Synonyms: Amoeba limax, Entamoeba nana, Endolimax intestinalis, Endolimax cynomolgi, Endolimax suis, Councilmania tenuis.
Hosts: Man, pig, gorilla, chimpanzee, gibbon, macaques and other monkeys and baboons, including Macaca mulatta, M. irus, M. sinica, M. sancti-johannis, M. lasiotis, M. philippinensis, Papio papio, Cercocebus aethiops, Cercopithecus ascanius, Gamadrillus sp., and Erythrocebus patas (see Mackinnon and Dibb, 1938). These authors also reported a morphologically indistinguishable form from the capybara (Hydrochoerus capybara) and tree porcupine (Coendou prehensilis).
It is quite likely that E. ratti (see below) may be a synonym of E. nana, so that the latter's host range may be even broader than that given above. Chiang (1925) considered E. ratti a separate species because he was unable to infect 14 rats with E. nana from man. However, Kessel (1928) succeeded in doing so, and Smith (1928) found an E. nana-like amoeba in 4 of 63 rats which had been fed human feces but did not know whether it had already been present in the rats.
Dobell (1933) transmitted E. nana from Macaca sinica to a man (himself) and from man to M. mulatta. Kessel (1928) infected M. irus with E. nana from man. However, Simitch et al. (1959) were unable to infect 4 young pigs with E. nana from man and consequently named the pig form E. suis; they gave no details of their experiments.
Location: Cecum, colon. Hegner (1929) and Dobell (1933) found E. nana in the vagina of macaques, where it was most likely of fecal origin.
Geographic Distribution: Worldwide.
Prevalence: E. nana is common in man. According to Belding (1952), it was found in 20.5% of 18,333 persons in 20 surveys thruout the world and in about 14% of those examined in the United States. Frye and Meleney (1932) found it in 5.5% of 127 pigs in Tennessee, Alicata (1932) found it in 1 of 35 pigs in the U.S., Kessel (1928) found it in 14% of the pigs examined by him in China, and Chang (1938) found it in 15% of 209 pigs in China. Simitch et al. (1959) found it in 8% of 1800 pigs in Yugoslavia.
Morphology: The trophozoites are 6 to 15 u in diameter with an average of 10 u. They move sluggishly by means of a few blunt, thick pseudopods. The endoplasm is granular, vacuolated and contains bacteria and crystals. The nucleus contains a large, irregular endosome composed of a number of chromatin granules. Several achromatic fibrils run from the endosome to the nuclear membrane. There are ordinarily no peripheral chromatin granules, but Stabler (1932) noted that they are formed after fixation in Schaudinn's fluid containing 20% acetic acid. The cysts are oval, often irregular, and thin-walled; they are usually 8 to 10 u long but may range from 5 to 14 u. The mature cysts contain 4 nuclei, and they may contain ill-defined glycogen bodies. They have no chromatoid bodies but may have small granules resembling volutin and occasionally a few filaments of uncertain nature.

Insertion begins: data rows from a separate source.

// Stage: numbered passes → half-periods and full periods, with the passes too slow to time a period marked.
import type { SequencedPasses } from '../passes.ts';
import { everyKth, median } from '../stats.ts';

/** Half-periods and full periods, parallel to the passes (NaN / −1 where there is none), and the usable periods. */
export interface Periods {
  readonly half: Float64Array;
  /** Full period ending at each pass, from the pass two numbers back (so a gate offset cancels to first order). */
  readonly period: Float64Array;
  /** The pass that starts each period, and the one in its middle (−1 when that one is missing). */
  readonly start: Int32Array;
  readonly mid: Int32Array;
  /** Valid passes (numbered by the sequencing). */
  readonly validCount: number;
  /** 1 for a pass that barely clears the beam: amplitudes only (see `markSlow`). */
  readonly slow: Uint8Array;
  readonly slowCount: number;
  /** The passes that end a usable period, in time order, and those periods (s). */
  readonly ends: Int32Array;
  readonly P: Float64Array;
}

/** Half-periods and full periods from the pass numbers of each segment. */
function intervals(p: SequencedPasses): Pick<Periods, 'half' | 'period' | 'start' | 'mid' | 'validCount'> {
  const n = p.t.length;
  const half = new Float64Array(n).fill(NaN);
  const period = new Float64Array(n).fill(NaN);
  const start = new Int32Array(n).fill(-1);
  const mid = new Int32Array(n).fill(-1);
  let prev1 = -1;
  let prev2 = -1;
  let validCount = 0;
  for (let c = 0; c < n; c++) {
    if (p.index[c]! < 0) continue;
    validCount++;
    const idx = p.index[c]!;
    if (prev1 >= 0 && p.segment[prev1] !== p.segment[c]) prev1 = prev2 = -1;
    if (prev2 >= 0 && p.segment[prev2] !== p.segment[c]) prev2 = -1;
    if (prev1 >= 0 && p.index[prev1] === idx - 1) half[c] = p.td[c]! - p.td[prev1]!;
    const a = prev1 >= 0 && p.index[prev1] === idx - 2 ? prev1 : prev2 >= 0 && p.index[prev2] === idx - 2 ? prev2 : -1;
    if (a >= 0) {
      period[c] = p.td[c]! - p.td[a]!;
      start[c] = a;
      mid[c] = prev1 >= 0 && p.index[prev1] === idx - 1 ? prev1 : -1;
    }
    prev2 = prev1;
    prev1 = c;
  }
  return { half, period, start, mid, validCount };
}

/**
 * A swing that barely clears the beam (transit over a third of the half-period, amplitude below ~2φb) has a
 * mid-transit time that moves with the amplitude and the gate offset far more than a period's noise: such passes
 * give amplitudes but no periods (their periods become NaN) and no gate offset.
 */
function markSlow(p: SequencedPasses, half: Float64Array, period: Float64Array, start: Int32Array): { slow: Uint8Array; slowCount: number } {
  const n = p.t.length;
  const medHalf = median(everyKth(half, 4000));
  const slow = new Uint8Array(n);
  let slowCount = 0;
  for (let c = 0; c < n; c++) if (p.index[c]! >= 0 && p.transit[c]! > medHalf / 3) (slow[c] = 1), slowCount++;
  for (let c = 0; c < n; c++) if (Number.isFinite(period[c]!) && (slow[c] || slow[start[c]!])) period[c] = NaN;
  return { slow, slowCount };
}

/** The periods stage. */
export function findPeriods(p: SequencedPasses): Periods {
  const iv = intervals(p);
  const { slow, slowCount } = markSlow(p, iv.half, iv.period, iv.start);
  // Counted first and filled in place: a week has ~300 000 periods, and typed-array `from` over an iterable
  // builds a boxed copy of every element first.
  let count = 0;
  for (let c = 0; c < iv.period.length; c++) if (Number.isFinite(iv.period[c]!)) count++;
  const ends = new Int32Array(count);
  const P = new Float64Array(count);
  for (let c = 0, k = 0; c < iv.period.length; c++) if (Number.isFinite(iv.period[c]!)) (ends[k] = c), (P[k++] = iv.period[c]!);
  return { ...iv, slow, slowCount, ends, P };
}
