const fail = (at: string, what: string): never => {
  throw new ScenarioError(`${at} ${what}`);
};
const num =
  (min = -Infinity, max = Infinity, strictMin = false): Check =>
  (v, at) => {
    if (typeof v !== 'number' || !Number.isFinite(v) || v < min || (strictMin && v === min) || v > max)
      fail(at, `must be a number${strictMin ? ` > ${min}` : min > -Infinity ? ` ≥ ${min}` : ''}${max < Infinity ? ` and ≤ ${max}` : ''}`);
  };
const prob: Check = num(0, 1);
const str: Check = (v, at) => {
  if (typeof v !== 'string') fail(at, 'must be a string');
};
const range =
  (min = 0): Check =>
  (v, at) => {
    if (!Array.isArray(v) || v.length !== 2 || v.some((x) => typeof x !== 'number' || !Number.isFinite(x) || x < min) || v[0] > v[1])
      fail(at, `must be [min, max] with ${min} ≤ min ≤ max`);
  };
const times: Check = (v, at) => {
  if (!Array.isArray(v) || v.some((x) => typeof x !== 'number' || !Number.isFinite(x) || x < 0)) fail(at, 'must be a list of times ≥ 0 (s)');
};
const oneOf =
  (...opts: string[]): Check =>
  (v, at) => {
    if (typeof v !== 'string' || !opts.includes(v)) fail(at, `must be one of ${opts.map((o) => `"${o}"`).join(', ')}`);
  };
const bool: Check = (v, at) => {
  if (typeof v !== 'boolean') fail(at, 'must be true or false');
};

function object(v: unknown, at: string, spec: Record<string, Check>, required: readonly string[] = []): void {
  if (typeof v !== 'object' || v === null || Array.isArray(v)) fail(at, 'must be an object');
  const o = v as Record<string, unknown>;
  for (const k of Object.keys(o)) if (!(k in spec)) fail(`${at}.${k}`, `is not a known key (known: ${Object.keys(spec).join(', ')})`);
  for (const k of required) if (o[k] === undefined) fail(`${at}.${k}`, 'is required');
  for (const [k, check] of Object.entries(spec)) if (o[k] !== undefined) check(o[k], `${at}.${k}`);
}
const sub =
  (spec: Record<string, Check>, required: readonly string[] = []): Check =>
  (v, at) =>
    object(v, at, spec, required);

const event = { at_s: times, rate_per_h: num(0) };
const FAULTS: Record<string, Check> = {
  bounce: sub({ probability: prob, pulses: range(0), width_us: range(0), gap_us: range(0) }, ['probability', 'pulses', 'width_us', 'gap_us']),
  object: sub({ ...event, duration_ms: range(0) }, ['duration_ms']),
  lost_lines: sub({ probability: prob }, ['probability']),
  corrupt: sub({ probability: prob }, ['probability']),
  reboot: sub({ ...event, cause: oneOf('watchdog', 'external', 'brownout', 'power') }),
  disconnect: sub({ ...event, duration_s: range(0), reset_on_connect: bool }, ['duration_s']),
  device_drop: sub({ ...event, duration_ms: range(0) }, ['duration_ms']),
  stall: sub({ ...event, duration_s: range(0) }, ['duration_s']),
};

/** Validates a parsed scenario JSON value and fills in defaults. Throws ScenarioError. */
export function parseScenario(value: unknown, fallbackName = 'scenario'): Scenario {
  object(
    value,
    'scenario',
    {
      name: str,
      description: str,
      rig: () => undefined,
      duration_s: num(0, Infinity, true),
      physics: sub(
        {
          g_m_s2: num(0, 100, true),
          release_deg: num(-179, 179),
          release_at_s: num(0),
          linear_q: num(0.5, Infinity),
          quadratic_per_rad: num(0),
          coulomb_rad: num(0),
          added_mass_k: num(0, 5),
          length_m: num(0, 100, true),
          cm_distance_m: num(0, 100, true),
          gyration_radius_m: num(0, 100, true),
        },
        ['g_m_s2', 'release_deg'],
      ),
      gate: sub({ offset_m: num(), blocking_delay_us: num(0), unblocking_delay_us: num(0), jitter_us: num(0) }),
      device: sub({
        hz: num(1000, 1e9),
        ppm: num(-1e5, 1e5),
        drift_ppm_per_h: num(-1e4, 1e4),
        heartbeat_ms: num(100, 60000),
        fw: (v, at) => {
          if (typeof v !== 'string' || !/^\d\.\d\.\d$/.test(v)) fail(at, 'must be x.y.z with one digit each (5 characters)');
        },
        mcu: (v, at) => {
          if (typeof v !== 'string' || !/^[a-z0-9]{1,8}$/.test(v)) fail(at, 'must be 1 to 8 lowercase letters or digits');
        },
        channels: num(1, 8),
        baud: num(1200, 4e6),
        capture_latency_ticks: num(0, 1000),
        emit_latency_us: range(0),
        first_boot_s: num(0),
        boot_time_s: num(0),
        buffer_edges: num(0, 1e6),
        min_edge_gap_ticks: num(0, 1e6),
        pin_check_ticks: num(0, 1e6),
      }),
      host: sub({
        start: (v, at) => {
          if (typeof v !== 'string' || !/^\d{4}-\d{2}-\d{2}T[\d:.]+Z$/.test(v) || Number.isNaN(Date.parse(v))) fail(at, 'must be an ISO-8601 UTC time');
        },
        usb_frame_us: num(0),
        usb_tail: sub({ kind: oneOf('exponential', 'lognormal'), mean_us: num(0), sigma: num(0) }, ['kind', 'mean_us']),
      }),
      faults: sub(FAULTS),
      room: sub(
        {
          temp_mean_C: num(-40, 85),
          temp_amp_K: num(0, 20),
          temp_period_h: num(0.01, 1000, true),
          press_Pa: num(30000, 110000),
          front_Pa: num(-10000, 10000),
          front_at_h: num(),
          front_width_h: num(0.001, 1000, true),
          rh_mean_pct: num(0, 100),
          rh_amp_pct: num(0, 50),
          expansion_per_K: num(-1e-3, 1e-3),
          length_temp_C: num(-40, 85),
          interval_s: num(1, 3600),
          clock_tempco_ppm_per_K: num(-1000, 1000),
        },
        [],
      ),
      plane: sub({ azimuth_deg: num(-360, 360), transverse_m_s: num(-10, 10), stiff_axis_deg: num(-360, 360), frequency_split: num(-0.5, 0.5), earth_rotation: bool }),
      measured_rig: (v, at) => {
        if (typeof v !== 'boolean' && (typeof v !== 'object' || v === null || Array.isArray(v))) fail(at, 'must be true, false or a rig as measured');
      },
    },
    ['rig', 'duration_s', 'physics'],
  );
  const o = value as Record<string, Record<string, unknown>>;
  const anyRig = parseRig(o.rig);
  if (!anyRig.ok) throw new ScenarioError(`scenario.rig: ${anyRig.error}`);
  const rigid = isSimpleRig(anyRig.rig) ? undefined : anyRig.rig;
  // The simulator's gate and device see a reversible pendulum's flag at its radius, as a bob at that length.
  const rig = { rig: isSimpleRig(anyRig.rig) ? anyRig.rig : asFlagRadius(anyRig.rig) };
  if (!Number.isInteger(o.device?.channels ?? 2)) fail('scenario.device.channels', 'must be an integer');
  if (rig.rig.beams[0].channel >= Number(o.device?.channels ?? DEFAULTS.device.channels)) fail('scenario.rig.channel', 'must be below device.channels');
  if (rig.rig.string_mass_kg !== undefined && rig.rig.bob_mass_kg === undefined)
    fail('scenario.rig.string_mass_kg', 'needs bob_mass_kg as well, to model the string');
  const physics = { ...DEFAULTS.physics, ...o.physics } as Scenario['physics'];
  if (rigid && (physics.cm_distance_m === undefined || physics.gyration_radius_m === undefined))
    fail('scenario.physics', 'needs cm_distance_m and gyration_radius_m for a reversible pendulum');
  if (!rigid && (physics.cm_distance_m !== undefined || physics.gyration_radius_m !== undefined))
    fail('scenario.physics.cm_distance_m', 'belongs to a reversible pendulum (rig "pendulum": "reversible")');
  if (Math.abs(physics.release_deg) <= (Math.asin(Math.min(1, (rig.rig.flag_width_m / 2) / rig.rig.length_m)) * 180) / Math.PI)
    fail('scenario.physics.release_deg', 'is too small for the bob to leave the beam');
  // Two beams, or one beam at a slant, ask for the two-direction swing; one beam at angle 0 is the planar swing.
  const beams = rig.rig.beams;
  const plane = o.plane !== undefined || beams.length === 2 || beams[0].angle_deg !== 0 ? { ...PLANE_DEFAULTS, ...o.plane } : undefined;
  if (plane && (physics.quadratic_per_rad || physics.coulomb_rad))
    fail('scenario.physics', 'of a two-direction (spherical) swing takes linear_q only: drop quadratic_per_rad and coulomb_rad');
  const measured = measuredRigOf(o.measured_rig, anyRig.rig);
  return {
    name: typeof o.name === 'string' ? (o.name as unknown as string) : fallbackName,
    description: typeof o.description === 'string' ? (o.description as unknown as string) : '',
    rig: rig.rig,
    ...(rigid ? { rigid } : {}),
    duration_s: o.duration_s as unknown as number,
    physics,
    gate: { ...DEFAULTS.gate, ...o.gate },
    device: { ...DEFAULTS.device, ...o.device } as Scenario['device'],
    host: { ...DEFAULTS.host, ...o.host } as Scenario['host'],
    faults: (o.faults ?? {}) as Faults,
    ...(plane ? { plane } : {}),
    ...(o.room !== undefined ? { room: { ...ROOM_DEFAULTS, ...o.room } as RoomSetup } : {}),
    ...(measured !== undefined ? { measured_rig: measured } : {}),
  };
}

Life Cycle: Reproduction is by binary fission in the trophozoite stage. The amoeba which leaves the cyst is multinucleate, but it divides into uninucleate amoebulae which grow into ordinary trophozoites.
Pathogenesis: E. nana is non-pathogenic.
Bionomics and Epidemiology: E. nana is transmitted in the same way as other enteric amoebae. Dobell (1933) found that its cysts could live at least 2 weeks at room temperature (15-24° C) and at least 3 weeks at 10° C, while all the trophozoites died in 24 hours at both temperatures. Frye and Meleney (1932) found E. nana cysts in 1 out of 46 lots of flies which they examined in Tennessee.
Cultivation: This species can be cultivated in the usual media.
Treatment: Little is known about the treatment of E. nana. Dobell (1933) and others found that emetine has no effect on it.
Prevention and Control: The same preventive measures recommended for E. histolytica will also prevent E. nana infections.